There is a great lesson in this thread! I bought this historically important Colt off a table at a small gun show in Custer, WA. Many people walked right by it before I got to it. I heard one "expert" say that it had to much "wear".. He was looking for pristine examples.

I want the ones that show honest usage because they have a story to tell. Many pre-war Colt Super .38s were carried by LEOs of various federal, state and local agencys. So, every example I acquire, deserves a letter from Colts.

As an example, I bought #533 years ago, and got a letter. It was shipped to the Los Angeles Hardware Co. in 1929 for a gentleman from Butte, Montana. I contacted the Montana Historical Society and lo and behold the owner was notorious as the owner of the largest brothel and bar in Butte during the 1920s and 30s. The Colt had been carried and probably used, as Butte was a wild and wooley frontier mining town during the 20s and 30s.

BOY, IF IT COULD JUST TALK!!!!! My kinda pistola!!!!!!!

This is the right stock of Rohatch's Colt. It has the wear pattern of a pistol that has been carried. Note the small scratches on the front grip, again sure signs of a gun that has been carried by a right handed person in a holster. So who would be carrying a Colt Super .38. a law enforcement officer!!!!


----------



## J.R. (Jul 6, 2006)

wow,great find! Now are you going to get a letter from colt,to go along with paperwork you now have? I'm like you, if that COLT could only talk.J.R.


----------



## Baldy (Jun 21, 2006)

Another great find, and sure do like the history behind the gun, and the man who carried it. Thanks Mr.Holbrook for sharing with us.


----------



## John Holbrook (Jul 2, 2006)

Here is the letter from Colt...


----------



## Vom Kriege (May 5, 2006)

That is just too cool.


----------



## Barry in IN (Nov 6, 2006)

Very nice.
I saw a pic you posted of the gun on another forum, when you had the letter, and like it then. Tracking down a picture of him is even better. 
Yes, I agree, I like guns with honest wear. They can keep their guns that did nothing but sit in an oily sock in the attic, I'll take the ones that have been there.


----------



## sheepdog (Aug 23, 2006)

*One of two-*

I'd have to research the store and the family to try and find the second one-fascinating!!


----------



## jwkimber45 (May 6, 2006)

Very nice Mr Holbrook. I appreciate the effort and attention to detail you put into your 1911s. It amazes me the guns you run into...


----------



## Bob Wright (May 10, 2006)

*The .38 Super*

As I recall, the .38 Super cartridge became popular during that era for its ability to penetrate car bodies. The .45 ACP lacked this ability, as did most handguns carried by lawmwen at that time. During this period the ammunition companies developed metal penetrating carttridges, which prompted the development of the .357 Magnum.

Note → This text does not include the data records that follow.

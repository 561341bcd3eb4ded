package ingest

import (
	"encoding/json"
	"sync"
	"sync/atomic"
	"time"

	"github.com/prometheus/client_golang/prometheus"

	"driftfit/alert"
)

// ticketIndex holds the due dates of the open tickets, so that the
// metrics can count the overdue ones at any moment: a ticket's stored
// Overdue flag is set only when its window is judged again, which a
// sensor that stopped reporting never is. Workers update it as they
// decide, before the commit that stores the decision; it is safe for
// concurrent use.
type ticketIndex struct {
	mu  sync.Mutex
	due map[string]time.Time // ticket id → due date
}

func newTicketIndex() *ticketIndex { return &ticketIndex{due: map[string]time.Time{}} }

// set records tk's latest revision: open with its due date, or closed.
func (x *ticketIndex) set(tk *alert.Ticket) {
	x.mu.Lock()
	defer x.mu.Unlock()
	if tk.Calibration != nil {
		delete(x.due, tk.ID)
		return
	}
	x.due[tk.ID] = tk.Due
}

// load records a stored ticket from its JSON, as set does.
func (x *ticketIndex) load(data []byte) error {
	var tk alert.Ticket
	if err := json.Unmarshal(data, &tk); err != nil {
		return err
	}
	x.set(&tk)
	return nil
}

// count returns the open tickets and how many of them are due before
// now.
func (x *ticketIndex) count(now time.Time) (open, overdue int) {
	x.mu.Lock()
	defer x.mu.Unlock()
	for _, d := range x.due {
		if now.After(d) {
			overdue++
		}
	}
	return len(x.due), overdue
}

// ticketGauges is the collector of driftfit_tickets_open and
// driftfit_tickets_overdue, counted from the running service's index at
// each scrape (zero before a service runs).
type ticketGauges struct {
	open, overdue *prometheus.Desc
	src           atomic.Pointer[ticketSource]
}

type ticketSource struct {
	idx *ticketIndex
	now func() time.Time
}

func newTicketGauges() *ticketGauges {
	return &ticketGauges{
		open:    prometheus.NewDesc("driftfit_tickets_open", "Open recalibration tickets.", nil, nil),
		overdue: prometheus.NewDesc("driftfit_tickets_overdue", "Open recalibration tickets whose due date has passed.", nil, nil),
	}
}

func (g *ticketGauges) Describe(ch chan<- *prometheus.Desc) { ch <- g.open; ch <- g.overdue }

func (g *ticketGauges) Collect(ch chan<- prometheus.Metric) {
	var open, overdue int
	if s := g.src.Load(); s != nil {
		open, overdue = s.idx.count(s.now())
	}
	ch <- prometheus.MustNewConstMetric(g.open, prometheus.GaugeValue, float64(open))
	ch <- prometheus.MustNewConstMetric(g.overdue, prometheus.GaugeValue, float64(overdue))
}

It was reported Frank Hamer chose the BAR over the Thompson for its auto body piercing ability in the famous Bonnie and Clyde shooting.

Bob Wright


----------



## James NM (Jan 4, 2007)

John Holbrook:

Very nice acquisition.

Can you tell me about getting picture/info on a Texas Ranger from the State Archives and Ranger Museum?

I have a cousin in Texas that purchased a LNIB 1st generation Colt SAA from the estate of the Texas Ranger that owned it. He has the letter from Colt, but the additional Ranger info would be sweet.

Any help would be appreciated.


----------